God, he needed a shot.
He sat up in bed, the sheet forming a little tent over his bent knees. He was big in a sinewy, leather-thonged way. His shoulders, bare against the backboard of the bed, were broad and muscular. His hair was almost blond, that light shade of brown that streaks gold in the sun. He wore it cut close to his head on the sides, fuller on top. A widow’s peak cut into his forehead pointed to a straight nose, a firm mouth and jaw. Only his eyes did not fit the rest of his face. They were gray, recessed deeply on either side of his nose, pocketed in shadow.
They pinpointed with light now as he stared around the room. It was a strange one, but that didn’t surprise him. He’d wakened in plenty of strange rooms since he’d been on the stuff. The rooms were all alike, so long as he had a shot waiting. He yawned, covering his mouth with his hand. He was beginning to tremble already.

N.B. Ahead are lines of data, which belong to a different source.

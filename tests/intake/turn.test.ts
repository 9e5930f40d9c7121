import { describe, expect, it } from 'vitest'
import type { Folder, WaitingLook } from '../../src/intake/folder.ts'
import type { Settled } from '../../src/intake/take.ts'
import { inTheirTurn } from '../../src/intake/turn.ts'

const waitingLook = (mtimeMs: number, dueMs: number, incomplete = false): WaitingLook => ({
  mark: { size: 1, mtimeMs, ctimeMs: mtimeMs, inode: 1 },
  sinceMs: 0,
  incomplete,
  dueMs,
  why: '',
  since: 0,
})

const folderWith = (waiting: Record<string, WaitingLook>): Folder =>
  ({ waiting: new Map(Object.entries(waiting)) }) as unknown as Folder

const settledIn = (folder: Folder, file: string, ifComplete = true): Settled => ({
  folder,
  file,
  path: file,
  look: folder.waiting.get(file)!,
  ifComplete,
})

const NOW = Number.POSITIVE_INFINITY

describe('the order in which a backlog is taken', () => {
  it('a file waits for an older one of its folder that is about to settle, until that is due', () => {
    const folder = folderWith({ old: waitingLook(10, 500), new: waitingLook(20, NOW), older: waitingLook(5, NOW) })
    const taken = inTheirTurn([settledIn(folder, 'new'), settledIn(folder, 'older')])
    expect(taken.map(({ file }) => file)).toEqual(['older'])
    expect(folder.waiting.get('new')?.dueMs).toBe(500)
  })

  it('nothing waits for a file that does not read completely, or for another folder', () => {
    const broken = folderWith({ broken: waitingLook(10, 60_000, true), new: waitingLook(20, NOW) })
    const other = folderWith({ old: waitingLook(1, 500) })
    expect(inTheirTurn([settledIn(broken, 'new')])).toHaveLength(1)
    expect(other.waiting.size).toBe(1)
  })

  it('a file that has waited for as long as a broken one is taken whatever else there is', () => {
    const folder = folderWith({ old: waitingLook(10, 500), new: waitingLook(20, NOW) })
    expect(inTheirTurn([settledIn(folder, 'new', false)])).toHaveLength(1)
  })
})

That was when he noticed the blonde beside him in the bed. Her hair was spread out over the pillow like a golden fan, mist-like, glistening under the rays of the sun that streamed through the open blinds. She was pale, her skin drawn taut over high cheekbones.
He scratched his head. Beneath the jangling that was becoming more insistent in his blood stream, he began to remember. As if to check his memory, he looked down at the girl again.

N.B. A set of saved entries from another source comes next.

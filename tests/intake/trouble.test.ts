import { execFileSync, spawn, spawnSync } from 'node:child_process'
import { appendFile, chmod, mkdir, readdir, rename, rm, stat, symlink, truncate, writeFile } from 'node:fs/promises'
import { createServer } from 'node:net'
import { afterEach, beforeEach, describe, expect, it } from 'vitest'
import { answerOf } from '../../src/intake/answer.ts'
import { readWhole } from '../../src/intake/readWhole.ts'
import { openRoom, pause, type Room, until } from './dropFolder.ts'

let room: Room
beforeEach(async () => {
  room = await openRoom()
})
afterEach(() => room.end())

const isRoot = process.getuid?.() === 0
const kinds = () => room.events.map(({ kind }) => kind)

describe('a drop folder that is not there', () => {
  it('absent at start: told once, looked for all the time, watched when it comes', async () => {
    await rm(room.folder, { recursive: true })
    const intake = room.start()
    await pause(350)
    expect(kinds()).toEqual(['unreachable'])
    expect(room.events[0]).toMatchObject({ instrument: 'uv1', fault: { place: { at: room.folder } } })
    expect(intake.state()[0]).toMatchObject({ reachable: false, lastScanAt: null })
    await mkdir(room.folder)
    await writeFile(room.path('a.csv'), 'END')
    await until(() => room.arrivals.length === 1)
    expect(kinds()).toEqual(['unreachable', 'reachable'])
    await until(() => intake.state()[0]?.heardBy === 'events')
    await writeFile(room.path('b.csv'), 'END')
    await until(() => room.arrivals.length === 2)
  })

  it('removed and made again at once, between two looks: it is watched anew', async () => {
    const intake = room.start()
    await until(() => intake.state()[0]?.heardBy === 'events')
    for (let round = 1; round <= 3; round++) {
      await rm(room.folder, { recursive: true })
      await mkdir(room.folder)
      await pause(300)
      await writeFile(room.path(`${round}.csv`), `${round} END`)
      await until(() => room.arrivals.length === round)
    }
    expect(room.files()).toEqual(['1.csv', '2.csv', '3.csv'])
  })

  it('removed for a while: told once, and told when it is back', async () => {
    const intake = room.start()
    await intake.scanNow()
    await rename(room.folder, `${room.folder}-away`)
    await until(() => kinds().includes('unreachable'))
    await pause(300)
    await rename(`${room.folder}-away`, room.folder)
    await until(() => kinds().includes('reachable'))
    expect(kinds()).toEqual(['unreachable', 'reachable'])
  })

  it('a file where the folder should be is said to be no folder', async () => {
    await rm(room.folder, { recursive: true })
    await writeFile(room.folder, 'x')
    const intake = room.start({ once: true })
    expect((await intake.scanNow()).unreachable).toEqual(['uv1'])
    expect(room.events).toMatchObject([{ kind: 'unreachable', fault: { what: expect.stringContaining('no folder') } }])
  })

  it('one instrument’s missing folder does not keep another’s files out', async () => {
    await writeFile(room.path('a.csv'), 'END')
    const { startIntake } = await import('../../src/intake/index.ts')
    const folders = [
      { name: 'gone', dropFolder: `${room.folder}-none`, files: '*.csv' },
      { name: 'uv1', dropFolder: room.folder, files: '*.csv' },
    ]
    const intake = startIntake(folders, room.ports, { once: true, settleMs: 50 })
    await intake.settleAll()
    await intake.stop()
    expect(room.files()).toEqual(['a.csv'])
  })

  it('unmounted: the bare directory beneath is not taken for the drop folder', async (test) => {
    const mount = () => execFileSync('mount', ['-t', 'tmpfs', 'none', room.folder], { stdio: 'pipe' })
    try {
      mount()
    } catch {
      return test.skip('this account may not mount a file system')
    }
    try {
      const intake = room.start()
      await writeFile(room.path('a.csv'), 'END')
      await until(() => room.arrivals.length === 1)
      execFileSync('umount', ['-l', room.folder])
      await until(() => kinds().includes('unreachable'))
      expect(intake.state()[0]?.why).toContain('not mounted any more')
      mount()
      await writeFile(room.path('b.csv'), 'END')
      await until(() => room.arrivals.length === 2)
      expect(kinds()).toEqual(['unreachable', 'reachable'])
    } finally {
      spawnSync('umount', ['-l', room.folder])
    }
  })

  it('a file system that does not answer is given up on, and so is one that answers after the stop', async () => {
    const never = new Promise<never>(() => {})
    const stop = new AbortController()
    await expect(answerOf(never, 20, stop.signal)).rejects.toMatchObject({ code: 'ETIMEDOUT' })
    stop.abort()
    await expect(answerOf(never, 60_000, stop.signal)).rejects.toMatchObject({ code: 'ETIMEDOUT' })
  })
})

describe('what is no plain file is refused, once, and never opened', () => {
  it('a pipe, which would block whoever opens it', async () => {
    execFileSync('mkfifo', [room.path('pipe.csv')])
    await writeFile(room.path('a.csv'), 'END')
    const intake = room.start()
    await until(() => room.arrivals.length === 1)
    await intake.scanNow()
    expect(room.events).toMatchObject([{ kind: 'refused', file: 'pipe.csv', fault: { code: 'special-file' } }])
    expect(room.files()).toEqual(['a.csv'])
  })

  it('a pipe that took a file’s place after the look does not block whoever reads', async () => {
    execFileSync('mkfifo', [room.path('pipe.csv')])
    const { size, mtimeMs, ctimeMs, ino } = await stat(room.path('pipe.csv'))
    expect(await readWhole(room.path('pipe.csv'), { size, mtimeMs, ctimeMs, inode: ino })).toEqual({ kind: 'changed' })
  })

  it('a socket', async () => {
    const server = createServer().listen(room.path('s.csv'))
    await new Promise((resolve) => server.once('listening', resolve))
    await room.start({ once: true }).settleAll()
    server.close()
    expect(room.events).toMatchObject([{ kind: 'refused', fault: { what: expect.stringContaining('socket') } }])
  })

  it('a symbolic link out of the folder, to a file or to a folder of files', async () => {
    await mkdir(`${room.folder}-secret`)
    await writeFile(`${room.folder}-secret/a.csv`, 'END')
    await symlink(`${room.folder}-secret/a.csv`, room.path('file.csv'))
    await symlink(`${room.folder}-secret`, room.path('folder'))
    const intake = room.start({ once: true })
    await intake.settleAll()
    await intake.scanNow()
    expect(room.arrivals).toEqual([])
    expect(room.events.map((event) => ('file' in event ? event.file : '')).toSorted()).toEqual(['file.csv', 'folder'])
    expect(intake.troubles().map(({ fault }) => fault.code)).toEqual(['link-leaves-folder', 'link-leaves-folder'])
  })

  it('a link that leads nowhere, or in a circle; a link within the folder is taken', async () => {
    await symlink('nothing', room.path('nowhere.csv'))
    await symlink('circle.csv', room.path('circle.csv'))
    await mkdir(room.path('sub'))
    await symlink('..', room.path('sub/round'))
    await writeFile(room.path('2026.dat'), 'END')
    await symlink('2026.dat', room.path('latest.csv'))
    await room.start({ once: true }).settleAll()
    expect(room.files()).toEqual(['latest.csv'])
    expect(room.events.map((event) => event.kind === 'refused' && event.fault.code)).toEqual([
      'link-leads-nowhere',
      'link-leads-nowhere',
    ])
  })

  it('a file larger than the limit, with both sizes said; a smaller version of it is welcome', async () => {
    await writeFile(room.path('big.csv'), '')
    await truncate(room.path('big.csv'), 200_000)
    const intake = room.start({ once: true, sizeLimitBytes: 150_000 })
    await intake.settleAll()
    await intake.settleAll()
    expect(room.events).toMatchObject([{ kind: 'too-large', file: 'big.csv' }])
    expect(intake.troubles()[0]?.fault.what).toMatch(/^0\.2 MB is more than the 0\.15 MB/)
    expect(intake.waiting()).toEqual([])
    await writeFile(room.path('big.csv'), 'END')
    await intake.settleAll()
    expect(room.texts()).toEqual(['END'])
    expect(room.events[1]).toMatchObject({ kind: 'mended', was: 'too-large', how: 'taken' })
    expect(intake.troubles()).toEqual([])
  })

  it('a file of no bytes is taken, to be set aside with a reason', async () => {
    await writeFile(room.path('empty.csv'), '')
    await room.start({ once: true, giveUpMs: 300 }).settleAll()
    expect(room.arrivals[0]?.bytes).toHaveLength(0)
  })

  it('a name that is not UTF-8 is said, not passed over', async () => {
    await writeFile(Buffer.concat([Buffer.from(`${room.folder}/`), Buffer.from([0xe4]), Buffer.from('.csv')]), 'END')
    expect(await readdir(room.folder)).toEqual(['\ufffd.csv'])
    await room.start({ once: true }).settleAll()
    expect(room.events).toMatchObject([{ kind: 'refused', fault: { code: 'name-not-utf8' } }])
  })

  it('a refused file that is taken away is told to be gone', async () => {
    await symlink('nothing', room.path('nowhere.csv'))
    const intake = room.start({ once: true })
    await intake.scanNow()
    await rm(room.path('nowhere.csv'))
    await intake.scanNow()
    expect(room.events[1]).toEqual({
      kind: 'mended',
      instrument: 'uv1',
      file: 'nowhere.csv',
      was: 'refused',
      how: 'gone',
    })
  })
})

describe('a fault at one file is a result, never the end of the scan', () => {
  /** Runs as an account without rights; the superuser reads everything. */
  const asNobody = async (job: () => Promise<void>): Promise<void> => {
    process.seteuid?.(65534)
    try {
      await job()
    } finally {
      process.seteuid?.(0)
    }
  }

  it.skipIf(!isRoot)(
    'files and a subfolder without permission: told once, the rest is taken, and they too when mended',
    async () => {
      await chmod(room.folder.replace(/\/drop$/, ''), 0o755)
      await mkdir(room.path('locked'), { mode: 0o700 })
      for (const file of ['x.csv', 'y.csv', 'locked/z.csv', 'good.csv']) await writeFile(room.path(file), 'END')
      for (const file of ['x.csv', 'y.csv']) await chmod(room.path(file), 0o600)
      const intake = room.start({ once: true })
      await asNobody(async () => {
        await intake.settleAll()
        await intake.scanNow()
      })
      expect(room.files()).toEqual(['good.csv'])
      expect(room.events).toMatchObject([{ kind: 'unreadable', fault: { what: 'cannot be read: permission denied' } }])
      expect(
        intake
          .troubles()
          .map(({ file }) => file)
          .toSorted(),
      ).toEqual(['locked', 'x.csv', 'y.csv'])
      expect(intake.waiting().map(({ why }) => why)).toEqual(Array(2).fill('cannot be read: permission denied'))
      for (const file of ['locked', 'x.csv', 'y.csv']) await chmod(room.path(file), 0o755)
      await asNobody(() => intake.settleAll())
      expect(room.files().toSorted()).toEqual(['good.csv', 'locked/z.csv', 'x.csv', 'y.csv'])
      await intake.scanNow()
      expect(kinds()).toEqual(['unreadable', 'mended'])
      expect(intake.troubles()).toEqual([])
    },
  )

  it('no file handles left: told, and tried again', async (test) => {
    const limits = process.report?.getReport() as { userLimits?: { open_files?: { soft: string; hard: string } } }
    const { soft, hard } = limits.userLimits?.open_files ?? {}
    if (soft === undefined) return test.skip('the limit of open files is not known here')
    const intake = room.start()
    await intake.scanNow()
    const starve = `prlimit --pid ${process.pid} --nofile=1:${hard} && sleep 0.6; prlimit --pid ${process.pid} --nofile=${soft}:${hard}`
    const starving = spawn('sh', ['-c', starve], { stdio: 'ignore' })
    const ended = new Promise((resolve) => starving.once('exit', resolve))
    await pause(150)
    await expect(writeFile(room.path('probe'), '')).rejects.toMatchObject({ code: 'EMFILE' }) // it really happens
    const scan = intake.scanNow()
    await ended
    await scan
    expect(kinds()).toContain('unreadable')
    expect(intake.state()[0]?.reachable).toBe(true)
    await writeFile(room.path('a.csv'), 'END')
    await until(() => room.arrivals.length === 1)
    await intake.scanNow()
    expect(kinds()).toEqual(['unreadable', 'mended'])
  })

  it('a full disk: every file stays waiting, it is told once, and all are kept when there is room', async () => {
    const claim = room.ports.claim
    room.ports.claim = () => {
      throw Object.assign(new Error('database or disk is full'), { code: 'SQLITE_FULL' })
    }
    for (const file of ['a.csv', 'b.csv', 'c.csv']) await writeFile(room.path(file), 'END')
    const intake = room.start({ once: true })
    await intake.settleAll()
    expect(room.events).toMatchObject([{ kind: 'not-claimed', fault: { what: 'cannot be kept: the disk is full' } }])
    expect(intake.waiting()).toHaveLength(3)
    room.ports.claim = claim
    await intake.settleAll()
    expect(room.files()).toEqual(['a.csv', 'b.csv', 'c.csv'])
    expect(kinds()).toEqual(['not-claimed', 'mended'])
  })

  it('a reader that dies does not keep a file out for ever', async () => {
    room.ports.readsCompletely = () => Promise.reject(new Error('worker ended'))
    await writeFile(room.path('a.csv'), 'END')
    await room.start({ once: true, giveUpMs: 400 }).settleAll()
    expect(room.files()).toEqual(['a.csv'])
  })

  it('a database that cannot be asked ends one look, not the taking in', async () => {
    const seen = room.ports.seen
    let asked = 0
    room.ports.seen = (...of) => {
      if (asked++ < 3) throw new Error('database is locked')
      return seen(...of)
    }
    await writeFile(room.path('a.csv'), 'END')
    const intake = room.start()
    await until(() => room.arrivals.length === 1)
    expect(asked).toBeGreaterThan(3)
    expect(intake.state()[0]?.reachable).toBe(true)
  })
})

describe('stopping', () => {
  it('nothing is claimed after the stop, and nothing is left running', async () => {
    const intake = room.start()
    await until(() => intake.state()[0]?.heardBy === 'events')
    await Promise.all(Array.from({ length: 200 }, (_, i) => writeFile(room.path(`${i}.csv`), 'END')))
    await until(() => room.arrivals.length > 0)
    const stopping = intake.stop()
    const claimed = room.arrivals.length
    await stopping
    await appendFile(room.path('0.csv'), 'END')
    await pause(300)
    expect(room.arrivals).toHaveLength(claimed)
  })
})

She had a strong chin, and a neck that swept away from the chin in a smooth, clean line. The sheet reached to just below her breasts. His eyes dropped to her arm, lying over the sheet palm upward.
The marks were there. The marks that looked something like healed burns or old scars. The hundreds of puncture marks, one over the other, blended together into a telltale smear. The addict’s coat of arms. Yes, this was the girl, all right.

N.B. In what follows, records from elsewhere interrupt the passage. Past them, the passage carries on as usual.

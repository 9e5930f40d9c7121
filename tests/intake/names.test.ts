import { describe, expect, it } from 'vitest'
import { fileNames } from '../../src/intake/names.ts'

const every = fileNames('**/*.{csv,txt,dx,jdx}')

describe('which names are an instrument’s files', () => {
  it.each(['a.csv', 'A.CSV', 'run 3/é=2.jdx', 'a/b/c/d.txt', 'x.tmp.csv'])('%s is one', (name) => {
    expect(every.matches(name)).toBe(true)
  })

  it.each(['a.pdf', 'csv', '.hidden.csv', '.sync/a.csv', '~$a.csv', '.~lock.a.csv', '#a.csv'])('%s is none', (name) => {
    expect(every.matches(name)).toBe(false)
  })

  it.each([
    'a.csv~',
    'a.csv.tmp',
    'a.TMP',
    'a.part',
    'a.csv.partial',
    'a.csv.crdownload',
    'd/a.filepart',
    'a.swp',
    '~a.csv',
  ])('%s looks temporary: a glob for everything does not mean it', (name) => {
    expect(fileNames('**/*').matches(name)).toBe(false)
  })

  it('a glob that names a temporary ending or a dot file means it', () => {
    expect(fileNames('*.{csv,tmp}').matches('a.tmp')).toBe(true)
    expect(fileNames('**/*.part').matches('d/a.part')).toBe(true)
    expect(fileNames('.export/*.csv').matches('.export/a.csv')).toBe(true)
    expect(fileNames('.export/*.csv').enters('.export')).toBe(true)
  })

  it('subfolders are entered only where the glob reaches into them', () => {
    expect(fileNames('*.csv').recursive).toBe(false)
    expect(fileNames('**/*.csv').recursive).toBe(true)
    expect(fileNames('2026/*.csv').recursive).toBe(true)
    expect(every.enters('.git')).toBe(false)
  })
})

He looked down at his own arm, his eyes fastening on the identical marks. Again the revulsion seized him, the knowledge that slapped him in the face whenever he saw the marks, or whenever he looked into his eyes in a mirror. And yet, in spite of the revulsion, there was anticipation as he stared at the needle scars.
Somewhere in this room, there were sixteen ounces of heroin.
He swung his legs over the side of the bed, careful not to disturb the girl. Sixteen ounces of heroin! His tongue ran over his lips excitedly, as he thought greedily of the drug. He would wait, yes, he would hold it off until the need grew unbearable. But first he would find it, get it all ready for when he really needed it, when he couldn’t stand it any longer.
He put on his pants, excited now at the thought of teasing himself, pleased because he knew the stuff was waiting for him. And a cold analytical part of his mind told him he was behaving like a fool.
Yes, yes, he knew that, dammit. He knew it.
He shut his mind to the glimpse he’d had of himself. He glanced at the girl on the bed. Man, she was really out. How much of the stuff had they taken last night?
He tightened his belt and began thinking of the events that led to this moment.
He was sitting at a table. Yes, he remembered that quite well. What was the name of the place? Johnny’s? No, he hadn’t been to Johnny’s since
…
Ace High, that was the name. It was late, and she was singing. She sang well, sort of deep and throaty, from way inside her. She wore a long-sleeved blouse and he remembered wondering why she covered her arms
—
the addict looking for another addict, the blind seeking the blind. Christ, how had he gotten into this? What had happened to the guy he used to be? Where had he lost himself?